HXs are widely used in indirect SWH systems because they could use a freezeresistant fluid in the collector to facilitate the freeze protection technique and to separate potable water from working fluid in the collector. HXs are basically classified into internal HXs and external HXs. Internal HXs generally include immersed coil tube HXs [36], finned tube HXs, and plain tube HXs [37], out of which the plain tube HX is easier to design and install. However, the main disadvantage of an internal HX is the formation of scales, which greatly deteriorates its efficiency. The most common type of external HX is the shell and tube HX [38]. In this type, the hot and cold fluids transfer heat based on a cross-flow method. External HXs have higher heat transfer capacity and are well insulated when compared with internal HXs. In addition, it is possible to heat multiple storage tanks at a given time. However, the external HXs are expensive compared with internal HXs.

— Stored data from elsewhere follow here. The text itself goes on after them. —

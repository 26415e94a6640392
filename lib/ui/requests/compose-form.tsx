import { router } from 'expo-router';
import { useState } from 'react';
import { StyleSheet, View } from 'react-native';
import { createRequest } from '@/lib/api/design-requests';
import { useJobMembers } from '@/lib/hooks/use-job-members';
import { spacing } from '@/lib/theme';
import type { Job } from '@/shared/schemas/jobs';
import { mountChoices, usStates, type RequestComposeBody } from '@/shared/schemas/requests/compose';
import { Button } from '../button';
import { Card } from '../card';
import { ChoiceGroup } from '../choice-group';
import { Notice } from '../notice';
import { PickerField } from '../picker-field';
import { Text } from '../text';
import { TextField } from '../text-field';

const MOUNT_WORDS = { flush: 'Flush', dropped: 'Dropped', either: 'Either' } as const;
const numberOrNull = (text: string) => (text.trim() === '' ? null : Number(text));

/**
 * A new design request from the job: the members to send, the engineer, where the house is, the
 * conditions and constraints and the items engineers phone back for. Saved as a Draft; photos are added
 * and the request sent from its own page.
 */
export function ComposeForm({ job }: { job: Job }) {
  const { data: members } = useJobMembers(job.id);
  const [picked, setPicked] = useState<string[]>([]);
  const [text, setText] = useState<Record<string, string>>({});
  const [state, setState] = useState<(typeof usStates)[number] | ''>('');
  const [mount, setMount] = useState<(typeof mountChoices)[number]>('either');
  const [busy, setBusy] = useState(false);
  const [fields, setFields] = useState<Record<string, string[]>>({});
  const [problem, setProblem] = useState<string | null>(null);
  const value = (name: string) => text[name] ?? '';
  const field = (name: string, label: string, hint?: string, multiline = false) => (
    <TextField
      label={label}
      hint={hint}
      value={value(name)}
      onChangeText={(v) => setText((all) => ({ ...all, [name]: v }))}
      errors={fields[name]}
      multiline={multiline}
      testID={`compose-${name}`}
    />
  );

  async function submit() {
    setBusy(true);
    setProblem(null);
    const body: RequestComposeBody = {
      memberIds: picked,
      engineerEmail: value('engineerEmail') || null,
      jurisdiction: { place: value('place'), state: state || null },
      conditions: {
        framingDirection: value('conditions.framingDirection'),
        bearingPoints: value('conditions.bearingPoints'),
        foundation: value('conditions.foundation'),
        whatIsAbove: value('conditions.whatIsAbove'),
      },
      constraints: {
        mount,
        maxDepthIn: numberOrNull(value('constraints.maxDepthIn')),
        postsMayGo: value('constraints.postsMayGo'),
        longestPieceFt: numberOrNull(value('constraints.longestPieceFt')),
        heaviestPieceLb: numberOrNull(value('constraints.heaviestPieceLb')),
      },
      phoneBack: {
        joists: {
          size: value('phoneBack.joists.size'),
          spacingIn: numberOrNull(value('phoneBack.joists.spacingIn')),
          species: value('phoneBack.joists.species'),
          flag: 'measured',
        },
        roofingLayers: numberOrNull(value('phoneBack.roofingLayers')),
        heavyAboveNote: value('phoneBack.heavyAboveNote'),
        sag: {
          sagIn: numberOrNull(value('phoneBack.sag.sagIn')),
          stringLine: value('phoneBack.sag.sagIn') !== '',
        },
        damage: { note: value('phoneBack.damage.note') },
        below: {
          girder: value('phoneBack.below.girder'),
          columns: value('phoneBack.below.columns'),
          footings: value('phoneBack.below.footings'),
        },
        ductsOrPipes: value('phoneBack.ductsOrPipes'),
      },
      questions: value('questions'),
    };
    try {
      const request = await createRequest(job.id, body);
      router.replace({ pathname: '/requests/[requestId]', params: { requestId: request.id } });
    } catch (error) {
      setProblem(error instanceof Error ? error.message : 'The request was not saved');
      setFields(
        error && typeof error === 'object' && 'fields' in error
          ? (error.fields as Record<string, string[]>)
          : {},
      );
    } finally {
      setBusy(false);
    }
  }

  return (
    <View style={styles.wrap}>
      {problem ? (
        <Notice tone="error" title="Not saved">
          {problem}
        </Notice>
      ) : null}
      <Card title="Members to send">
        {members?.length === 0 ? <Text tone="muted">Add a header or beam to the job first.</Text> : null}
        {(members ?? []).map((member) => {
          const on = picked.includes(member.id);
          return (
            <Button
              key={member.id}
              label={`${on ? '✓ ' : ''}${member.label} (${member.summary.sizeLabel})`}
              variant={on ? 'primary' : 'secondary'}
              aria-checked={on}
              testID="compose-member"
              onPress={() =>
                setPicked((all) => (on ? all.filter((id) => id !== member.id) : [...all, member.id]))
              }
            />
          );
        })}
        <Text variant="caption" tone="muted">
          Each member goes with its inputs (measured, assumed or default), its preliminary check and the job’s{' '}
          {job.loadStandard} and ground snow source.
        </Text>
      </Card>
      <Card title="Engineer and place">
        {field('engineerEmail', 'Engineer’s e-mail')}
        {field('place', 'Town or county')}
        <PickerField
          label="State (the engineer’s licence depends on it)"
          choices={[
            { value: '' as const, label: 'Pick the state' },
            ...usStates.map((s) => ({ value: s, label: s })),
          ]}
          value={state}
          onChange={setState}
          errors={fields['jurisdiction.state']}
          testID="compose-state"
        />
      </Card>
      <Card title="Existing conditions">
        {field('conditions.framingDirection', 'Framing direction')}
        {field('conditions.bearingPoints', 'Bearing points')}
        {field('conditions.foundation', 'Foundation')}
        {field('conditions.whatIsAbove', 'What is above', undefined, true)}
      </Card>
      <Card title="Constraints">
        <ChoiceGroup
          label="Flush or dropped"
          choices={mountChoices.map((m) => ({ value: m, label: MOUNT_WORDS[m] }))}
          value={mount}
          onChange={setMount}
        />
        {field('constraints.maxDepthIn', 'Maximum depth (in)')}
        {field('constraints.postsMayGo', 'Where posts may go')}
        {field('constraints.longestPieceFt', 'Longest piece that can be carried in (ft)')}
        {field('constraints.heaviestPieceLb', 'Heaviest piece (lb)')}
      </Card>
      <Card title="What engineers ask for">
        {field(
          'phoneBack.joists.size',
          'Existing joists or rafters: size',
          'measured, with a tape in the photo',
        )}
        {field('phoneBack.joists.spacingIn', 'Spacing (in)')}
        {field('phoneBack.joists.species', 'Species (from a grade stamp)')}
        {field('phoneBack.roofingLayers', 'Roofing layers')}
        {field(
          'phoneBack.heavyAboveNote',
          'Anything heavy above',
          'solar, an air handler or water heater in the attic, a cast-iron tub',
        )}
        {field('phoneBack.sag.sagIn', 'Sag measured with a string line (in)')}
        {field('phoneBack.damage.note', 'Sistered, notched or bored joists, rot')}
        {field('phoneBack.below.girder', 'Girder below')}
        {field('phoneBack.below.columns', 'Columns below')}
        {field('phoneBack.below.footings', 'Footings below')}
        {field('phoneBack.ductsOrPipes', 'Ducts or pipes in the joist bays')}
        {field('questions', 'Questions for the engineer', undefined, true)}
      </Card>
      <Button label="Save the draft" busy={busy} onPress={() => void submit()} testID="compose-save" />
    </View>
  );
}

const styles = StyleSheet.create({ wrap: { gap: spacing.lg } });
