/** Shown in place of a number that is not finite. */
export const NOT_A_NUMBER_TEXT = '—';

/** Puts a comma between each group of three digits of a digit string ("1250000" → "1,250,000"). */
function groupThousands(whole: string): string {
  if (whole.length <= 3) return whole;
  const head = whole.length % 3 || 3;
  let out = whole.slice(0, head);
  for (let i = head; i < whole.length; i += 3) out += `,${whole.slice(i, i + 3)}`;
  return out;
}

function signedGrouped(value: number, fixed: string): string {
  const dot = fixed.indexOf('.');
  const whole = dot < 0 ? fixed : fixed.slice(0, dot);
  const sign = value < 0 && Number(fixed) !== 0 ? '-' : '';
  return `${sign}${groupThousands(whole)}${dot < 0 ? '' : fixed.slice(dot)}`;
}

/**
 * A number with a fixed count of decimals and thousands grouped by commas ("1,345.5"). Negative zero
 * shows as "0". Non-finite values show as "—".
 *
 * @param value the number
 * @param digits decimals shown (0–10), default 0
 * @example formatNumber(1345.46, 1) // "1,345.5"
 * Reference: display convention (US thousands separator).
 */
export function formatNumber(value: number, digits = 0): string {
  if (!Number.isFinite(value)) return NOT_A_NUMBER_TEXT;
  return signedGrouped(value, Math.abs(value).toFixed(digits));
}

/**
 * Like formatNumber, but with at most `maxDecimals` decimals and trailing zeros dropped ("12.5", "1,250").
 *
 * @param value the number
 * @param maxDecimals most decimals shown (0–10)
 * @example formatNumberTrimmed(1250.04, 1) // "1,250"
 * Reference: display convention (US thousands separator).
 */
export function formatNumberTrimmed(value: number, maxDecimals: number): string {
  if (!Number.isFinite(value)) return NOT_A_NUMBER_TEXT;
  let fixed = Math.abs(value).toFixed(maxDecimals);
  if (maxDecimals > 0) {
    let end = fixed.length;
    while (fixed.charCodeAt(end - 1) === 48) end--;
    if (fixed.charCodeAt(end - 1) === 46) end--;
    fixed = fixed.slice(0, end);
  }
  return signedGrouped(value, fixed);
}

A few other HXs exist that are not that popular; however, research has been performed on load-side immersed HXs [39] and mantle HXs [40e43] in which hot working fluid flows through the annulus around the cylindrical storage tank, where it rejects the heat. It helps in providing a large heat transfer area for a given volume of collector fluid flow in the mantle. This makes the mantle HX one of the most efficient and simplest ways of facilitating high HX effectiveness in promoting thermal stratification. One of the prominent advantages of this design is that the hot water tank and the HX are combined into one unit [44].


Applications of active solar water heating systems: case study

Active SWH technology encompasses a wide range of applications such as water heating, space-heating/cooling, and air conditioning in the residential (low temperature), commercial (medium temperature), and industrial (high temperature) sectors. Some of the basic components such as solar collectors and storage tanks remain in principle the same for most types of solar thermal applications.


Domestic hot water

Solar domestic hot water heating technology is mature and commercially available in many countries. Domestic uses of hot water include cooking, cleaning, bathing, and space-heating. Typical systems used for single-family homes in North America have hot water storage with volumes of approximately 300 L and a collector area between 4 and 6 m2, and they can supply 60e90% of the annual hot water demand depending on the type of collector and local climatic conditions [45]. An energy-efficient household might use less than half of that amount.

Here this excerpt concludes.